= Beginning of Section =
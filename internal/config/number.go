package config

import (
	"math"
	"math/big"
	"strconv"
	"strings"
)

// splitNumber cuts a decimal number (sign, digits, point, exponent) off the front of text. The
// number is empty if text does not start with one; hexadecimal, "inf" and "nan" are none.
func splitNumber(text string) (number, rest string) {
	i := 0
	if i < len(text) && (text[i] == '+' || text[i] == '-') {
		i++
	}
	whole := countDigits(text[i:])
	i += whole
	fraction := 0
	if i < len(text) && text[i] == '.' {
		if fraction = countDigits(text[i+1:]); whole+fraction > 0 {
			i += 1 + fraction
		}
	}
	if whole+fraction == 0 {
		return "", text
	}
	return text[:i+exponentLength(text[i:])], text[i+exponentLength(text[i:]):]
}

// exponentLength is the length of an exponent at the front of text: none in "eV".
func exponentLength(text string) int {
	if text == "" || (text[0] != 'e' && text[0] != 'E') {
		return 0
	}
	i := 1
	if i < len(text) && (text[i] == '+' || text[i] == '-') {
		i++
	}
	digits := countDigits(text[i:])
	if digits == 0 {
		return 0
	}
	return i + digits
}

func countDigits(text string) int {
	for i := range len(text) {
		if text[i] < '0' || text[i] > '9' {
			return i
		}
	}
	return len(text)
}

// exact is the value of a number that splitNumber returned, or what is wrong with it. Numbers are
// kept exact until the unit is applied, so that "13.56 MHz" is 13560000 Hz and not the nearest
// double to 13.56, times 1e6.
func exact(number string) (*big.Rat, string) {
	if len(number) > maxQuantity {
		return nil, "a number of at most 64 characters"
	}
	// The double comes first: it bounds the exponent, and so the work of the exact conversion.
	f, err := strconv.ParseFloat(number, 64)
	if err != nil {
		return nil, "a number below 1e308"
	}
	mantissa, _, _ := strings.Cut(strings.ToLower(number), "e")
	if !strings.ContainsAny(mantissa, "123456789") {
		return new(big.Rat), ""
	}
	if f == 0 {
		return nil, "0 or a number above 1e-308"
	}
	r, ok := new(big.Rat).SetString(number)
	if !ok {
		return nil, "a decimal number"
	}
	return r, ""
}

// toFloat is the double nearest to r, or what is wrong with it.
func toFloat(r *big.Rat) (float64, string) {
	f, _ := r.Float64()
	if math.IsInf(f, 0) {
		return 0, "a number below 1e308"
	}
	if f == 0 && r.Sign() != 0 {
		return 0, "0 or a number above 1e-308"
	}
	return f, ""
}

// asWritten is the shortest decimal that reads as f, as an exact number: 0.1 is one tenth. It is
// nil if f is not finite.
func asWritten(f float64) *big.Rat {
	r, ok := new(big.Rat).SetString(strconv.FormatFloat(f, 'e', -1, 64))
	if !ok {
		return nil
	}
	return r
}

// formatFloat is the shortest decimal that reads as f, without exponent where that is readable.
func formatFloat(f float64) string {
	if a := math.Abs(f); a == 0 || (a >= 1e-4 && a < 1e9) {
		return strconv.FormatFloat(f, 'f', -1, 64)
	}
	return strconv.FormatFloat(f, 'e', -1, 64)
}
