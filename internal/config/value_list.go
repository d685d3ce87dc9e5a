package config

import (
	"fmt"
	"strconv"

	"github.com/invopop/jsonschema"
	"go.yaml.in/yaml/v4"
)

// list is a sequence of 1 to max equal items; the key is left out when there are none.
type list[T any] struct {
	dst *[]T
	max int
	// what names the items, in the plural.
	what string
	// item binds the layout of one item to its place.
	item  func(*T) value
	check check
}

func (l list[T]) wanted() string {
	return fmt.Sprintf("a list of 1 to %d %s", l.max, l.what)
}

func (l list[T]) decode(d *decoder, n *yaml.Node, path string) {
	if n.Kind != yaml.SequenceNode {
		d.fail(n, path, found(n), l.wanted(), "")
		return
	}
	if count := len(n.Content); count < 1 || count > l.max {
		d.fail(n, path, fmt.Sprintf("%d %s", count, l.what), l.wanted(), "")
		return
	}
	before := len(d.errs)
	*l.dst = make([]T, len(n.Content))
	for i, c := range n.Content {
		d.value(l.item(&(*l.dst)[i]), c, under(path, strconv.Itoa(i)))
	}
	if l.check != nil && len(d.errs) == before {
		l.check(d, n, path)
	}
}

func (l list[T]) encode() *yaml.Node {
	if len(*l.dst) == 0 {
		return nil
	}
	n := &yaml.Node{Kind: yaml.SequenceNode, Tag: "!!seq"}
	for i := range *l.dst {
		n.Content = append(n.Content, l.item(&(*l.dst)[i]).encode())
	}
	return n
}

func (l list[T]) schema() *jsonschema.Schema {
	least, most := uint64(1), uint64(l.max)
	return &jsonschema.Schema{
		Type: "array", MinItems: &least, MaxItems: &most, Items: l.item(new(T)).schema(),
	}
}

func (l list[T]) visit(path string, see func(parent, key string)) {
	if c, ok := l.item(new(T)).(container); ok {
		c.visit(path, see)
	}
}

// pointer is a value that may be absent as a whole.
type pointer[T any] struct {
	dst  **T
	item func(*T) value
}

func (p pointer[T]) wanted() string {
	return p.item(new(T)).wanted()
}

func (p pointer[T]) decode(d *decoder, n *yaml.Node, path string) {
	*p.dst = new(T)
	p.item(*p.dst).decode(d, n, path)
}

func (p pointer[T]) encode() *yaml.Node {
	if *p.dst == nil {
		return nil
	}
	return p.item(*p.dst).encode()
}

func (p pointer[T]) schema() *jsonschema.Schema {
	return p.item(new(T)).schema()
}

func (p pointer[T]) visit(path string, see func(parent, key string)) {
	if c, ok := p.item(new(T)).(container); ok {
		c.visit(path, see)
	}
}
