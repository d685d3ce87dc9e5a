package config

import (
	"math"
	"strings"
	"testing"
)

// Goal: quantities are read to the nearest double. Method: texts and values, among them those
// where a product of doubles is off by a bit (13.56 * 1e6, 0.3 * 1e-9).
func TestQuantities(t *testing.T) {
	for _, c := range []struct {
		dim  dimension
		text string
		want float64
	}{
		{pressure(), "5 Pa", 5},
		{pressure(), "5Pa", 5},
		{pressure(), "5\u00a0Pa", 5},
		{pressure(), "5 \t Pa", 5},
		{pressure(), "+5. Pa", 5},
		{pressure(), ".5 Pa", 0.5},
		{pressure(), "05 Pa", 5},
		{pressure(), "5e-1Pa", 0.5},
		{pressure(), "5E+1 Pa", 50},
		{pressure(), "-3 Pa", -3},
		{pressure(), "760 Torr", 101325},
		{pressure(), "1 atm", 101325},
		{pressure(), "37.5 mTorr", 4.9995888157894735},
		{pressure(), "0.05 mbar", 5},
		{frequency(), "13.56 MHz", 13.56e6},
		{frequency(), "2.45 GHz", 2.45e9},
		{speed(), "0.3 nm/s", 0.3e-9},
		{speed(), "6 nm/min", 1e-10},
		{speed(), "3.6 um/h", 1e-9},
		{speed(), "3 Angstrom/s", 3e-10},
		{length(), "40 mm", 0.04},
		{length(), "1 in", 0.0254},
		{angle(), "180 deg", math.Pi},
		{angle(), "-90 deg", -math.Pi / 2},
		{angle(), "0.1 rad", 0.1},
		{ratio(), "1 %", 0.01},
		{ratio(), "7%", 0.07},
		{ratio(), "100 ppm", 1e-4},
		{density(), "2.56e14 /m3", 2.56e14},
		{density(), "2.56e14/m3", 2.56e14},
		{density(), "5e22 /cm3", 5e28},
		{duration(), "10 min", 600},
		{duration(), "1.5 h", 5400},
		{gasTemperature(), "27 C", 300.15},
		{gasTemperature(), "27 degC", 300.15},
		{gasTemperature(), "-20 °C", 253.15},
		{electronTemperature(), "1 eV", 11604.518121550083},
		{voltage(), "-0 V", 0},
		{voltage(), "0e999999 V", 0},
		{voltage(), "1e-320 V", 1e-320},
		{voltage(), "1.7976931348623157e308 V", math.MaxFloat64},
		{energy(), "20 eV", 20},
	} {
		got, bad := c.dim.parse(c.text)
		if bad != nil || math.Float64bits(got) != math.Float64bits(c.want) {
			t.Errorf("%q: got %v (%v), want %v", c.text, got, bad, c.want)
		}
	}
}

// Goal: everything else is refused with the right reason. Method: a part of each message.
func TestBadQuantities(t *testing.T) {
	for text, want := range map[string]string{
		"":                             "units: Pa",
		"5":                            "units: Pa",
		"5 ":                           "units: Pa",
		" 5 Pa":                        "units: Pa",
		"5 Pa ":                        `did you mean "Pa"`,
		"Pa":                           "units: Pa",
		"Pa 5":                         "units: Pa",
		"--5 Pa":                       "units: Pa",
		". Pa":                         "units: Pa",
		"5 Pa Pa":                      "units: Pa",
		"nan Pa":                       "must be finite",
		"-Inf Pa":                      "must be finite",
		"0x10 Pa":                      "decimal digits",
		"0x1p4 Pa":                     "decimal digits",
		"1_000 Pa":                     "decimal digits",
		"1,5 Pa":                       "decimal mark",
		"1e999 Pa":                     "below 1e308",
		"-1e999 Pa":                    "below 1e308",
		"1e308 kPa":                    "below 1e308",
		"1e-999 Pa":                    "above 1e-308",
		"1e-323 mTorr":                 "above 1e-308",
		strings.Repeat("9", 65) + "Pa": "at most 64 characters",
		"5 PA":                         `did you mean "Pa"?`,
		"5 mpa":                        `did you mean "MPa" or "mPa"?`,
		"5 torr":                       `did you mean "Torr"?`,
		"5 pascals":                    `did you mean "Pa"?`,
		"5 milliTorr":                  `did you mean "mTorr"?`,
		"5 mTor":                       `did you mean "mTorr"?`,
		"5 V":                          "V measures a voltage",
		"5 °C":                         "°C measures a temperature",
		"5 furlong":                    "units: Pa",
		"٥ Pa":                         "units: Pa",
	} {
		got, bad := pressure().parse(text)
		if bad == nil {
			t.Errorf("%q: got %v, want an error", text, got)
			continue
		}
		if all := bad.want + "; " + bad.hint; !strings.Contains(all, want) {
			t.Errorf("%q: got %q, want it to say %q", text, all, want)
		}
	}
}

// factors are the units with their values in the first unit of the dimension, from the
// definitions and written independently of the table.
func factors() map[string]map[string]float64 {
	const torr = 133.32236842105263
	return map[string]map[string]float64{
		"a length": {"m": 1, "cm": 1e-2, "mm": 1e-3, "um": 1e-6, "nm": 1e-9, "in": 0.0254},
		"a pressure": {
			"Pa": 1, "hPa": 100, "kPa": 1000, "MPa": 1e6, "mPa": 1e-3, "bar": 1e5,
			"mbar": 100, "ubar": 0.1, "Torr": torr, "mTorr": torr / 1000, "atm": 101325,
		},
		"a temperature":           {"K": 1, "C": 274.15},
		"an electron temperature": {"K": 1, "eV": 11604.51812},
		"a frequency":             {"Hz": 1, "kHz": 1e3, "MHz": 1e6, "GHz": 1e9},
		"a voltage":               {"V": 1, "mV": 1e-3, "kV": 1e3},
		"an angle":                {"rad": 1, "deg": 0.017453292519943295},
		"a ratio":                 {"%": 0.01, "ppm": 1e-6},
		"a time": {
			"s": 1, "ms": 1e-3, "us": 1e-6, "ns": 1e-9, "min": 60, "h": 3600,
			"d": 24 * 3600,
		},
		"a density": {"/m3": 1, "/cm3": 1e6},
		"a growth rate": {
			"m/s": 1, "mm/s": 1e-3, "um/s": 1e-6, "um/min": 1e-6 / 60,
			"um/h": 1e-6 / 3600, "nm/s": 1e-9, "nm/min": 1e-9 / 60, "nm/h": 1e-9 / 3600,
			"Angstrom/s": 1e-10, "Angstrom/min": 1e-10 / 60,
		},
		"an energy": {"eV": 1, "meV": 1e-3, "keV": 1e3},
		"an area":   {"m2": 1, "cm2": 1e-4, "mm2": 1e-6, "in2": 0.0254 * 0.0254},
		"a capacitance per area": {
			"F/m2": 1, "uF/m2": 1e-6, "nF/m2": 1e-9, "nF/cm2": 1e-5, "pF/cm2": 1e-8,
		},
		"a capacitance":            {"F": 1, "uF": 1e-6, "nF": 1e-9, "pF": 1e-12},
		"a resistance times area":  {"ohm m2": 1, "ohm cm2": 1e-4},
		"a resistance":             {"ohm": 1, "mohm": 1e-3},
		"an inductance times area": {"H m2": 1, "uH m2": 1e-6, "nH m2": 1e-9, "uH cm2": 1e-10},
		"an inductance":            {"H": 1, "uH": 1e-6, "nH": 1e-9},
		"a power per area":         {"W/m2": 1, "kW/m2": 1e3, "W/cm2": 1e4, "mW/cm2": 10},
		"a power":                  {"W": 1, "kW": 1e3},
		"a current density":        {"A/m2": 1, "mA/cm2": 10},
		"a current":                {"A": 1, "mA": 1e-3},
	}
}

// Goal: every entry of every unit table is right, also in its other spellings; words for hints
// are no units. Method: compare with the table above; the tolerance is the ten digits of e/k.
func TestEveryUnit(t *testing.T) {
	tables := factors()
	for _, d := range dimensions() {
		want := tables[d.name]
		if len(want) != len(d.units) {
			t.Errorf("%s: %d units, want %d", d.name, len(d.units), len(want))
		}
		if _, bad := d.parse(d.example); bad != nil {
			t.Errorf("%s: the example %q is no quantity", d.name, d.example)
		}
		for _, u := range d.units {
			for _, s := range append([]string{u.name}, u.also...) {
				got, bad := d.parse("1 " + s)
				if bad != nil || math.Abs(got/want[u.name]-1) > 1e-9 {
					t.Errorf("1 %s: got %v (%v), want %v", s, got, bad, want[u.name])
				}
			}
			for _, w := range u.words {
				_, bad := d.parse("1 " + w)
				if bad == nil || !strings.Contains(bad.hint, `"`+u.name+`"`) {
					t.Errorf("1 %s: got %v, want a hint to %s", w, bad, u.name)
				}
			}
		}
	}
	if len(tables) != len(dimensions()) {
		t.Errorf("%d dimensions, want %d", len(dimensions()), len(tables))
	}
}

// Goal: no spelling stands for two units. Method: count them in each dimension.
func TestSpellingsAreUnique(t *testing.T) {
	for _, d := range dimensions() {
		seen := map[string]bool{}
		for _, s := range d.spellings() {
			if seen[s] {
				t.Errorf("%s: %s twice", d.name, s)
			}
			seen[s] = true
		}
	}
}

// Goal: format and parse are inverse, bit for bit. Method: a generator of fixed seed over all
// doubles, and the ends.
func TestFormatRoundTrip(t *testing.T) {
	values := []float64{0, 5e-324, 1e-323, 0x1p-1022, math.MaxFloat64, 1e9, 1e-4, 0.07, 0.1, -0.29}
	state := uint64(1)
	for range 20000 {
		// Ref: G. Marsaglia, J. Stat. Softw. 8 (14), 1 (2003): xorshift.
		state ^= state << 13
		state ^= state >> 7
		state ^= state << 17
		values = append(values, math.Float64frombits(state))
		values = append(values, float64(state>>11)*0x1p-53)
	}
	checked := 0
	for _, v := range values {
		if math.IsNaN(v) || math.IsInf(v, 0) {
			continue
		}
		for _, d := range []dimension{pressure(), ratio(), electronTemperature()} {
			if d.name == "a ratio" && math.Abs(v) > 1e300 {
				continue // a hundred times as much per cent overflows
			}
			checked++
			got, bad := d.parse(d.format(v))
			if bad != nil || math.Float64bits(got) != math.Float64bits(v) {
				t.Fatalf("%v as %q: got %v (%v)", v, d.format(v), got, bad)
			}
		}
	}
	if checked < 100_000 {
		t.Errorf("only %d values were checked", checked)
	}
}

// Goal: what is not finite cannot be written as if it were sound. Method: parse refuses it.
func TestFormatNotFinite(t *testing.T) {
	for _, v := range []float64{math.NaN(), math.Inf(1), math.Inf(-1)} {
		for _, d := range dimensions() {
			if got, bad := d.parse(d.format(v)); bad == nil {
				t.Errorf("%s %v: reads as %v", d.name, v, got)
			}
		}
	}
}

// Goal: numbers end where they should. Method: texts cut by hand.
func TestSplitNumber(t *testing.T) {
	for text, want := range map[string][2]string{
		"5 Pa":    {"5", " Pa"},
		"5eV":     {"5", "eV"},
		"5e3V":    {"5e3", "V"},
		"5e+V":    {"5", "e+V"},
		"5e-3":    {"5e-3", ""},
		"-1.5E2x": {"-1.5E2", "x"},
		".5.5":    {".5", ".5"},
		"5.":      {"5.", ""},
		".":       {"", "."},
		"+":       {"", "+"},
		"e5":      {"", "e5"},
		"1e5e5":   {"1e5", "e5"},
		"0x10":    {"0", "x10"},
		"Inf":     {"", "Inf"},
		"":        {"", ""},
	} {
		if n, rest := splitNumber(text); n != want[0] || rest != want[1] {
			t.Errorf("%q: got %q and %q, want %q", text, n, rest, want)
		}
	}
}
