package config

import (
	"flag"
	"os"
	"path/filepath"
	"testing"
)

var update = flag.Bool("update", false, "write the golden files anew")

// minimal is the shortest input.
const minimal = `gap: 40 mm
gas:
  pressure: 5 Pa
  mixture: {Ar: 1}
drive:
  tones: [{frequency: 13.56 MHz, amplitude: 250 V}]
`

// mustParse reads an input that has to be valid.
func mustParse(t *testing.T, src string) *Case {
	t.Helper()
	c, err := Parse("test.yaml", []byte(src))
	if err != nil {
		t.Fatalf("%v\nin\n%s", err, src)
	}
	return c
}

// golden compares a text with a file, or writes it under -update.
func golden(t *testing.T, path, got string) {
	t.Helper()
	if *update {
		if err := os.WriteFile(path, []byte(got), 0o644); err != nil {
			t.Fatal(err)
		}
	}
	want, err := os.ReadFile(path)
	if err != nil {
		t.Fatal(err)
	}
	if got != string(want) {
		t.Errorf("%s: got\n%s\nwant\n%s", filepath.Base(path), got, want)
	}
}

// validFiles are the samples of whole inputs.
func validFiles(t testing.TB) map[string][]byte {
	t.Helper()
	paths, err := filepath.Glob("testdata/*.yaml")
	if err != nil || len(paths) < 3 {
		t.Fatalf("%d samples, %v", len(paths), err)
	}
	files := map[string][]byte{}
	for _, p := range paths {
		src, err := os.ReadFile(p)
		if err != nil {
			t.Fatal(err)
		}
		files[p] = src
	}
	return files
}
= End of Section =
Aim of the exercise — Every line of the records above that contains the word "below" should be counted, and only the total given.

Your solution — 5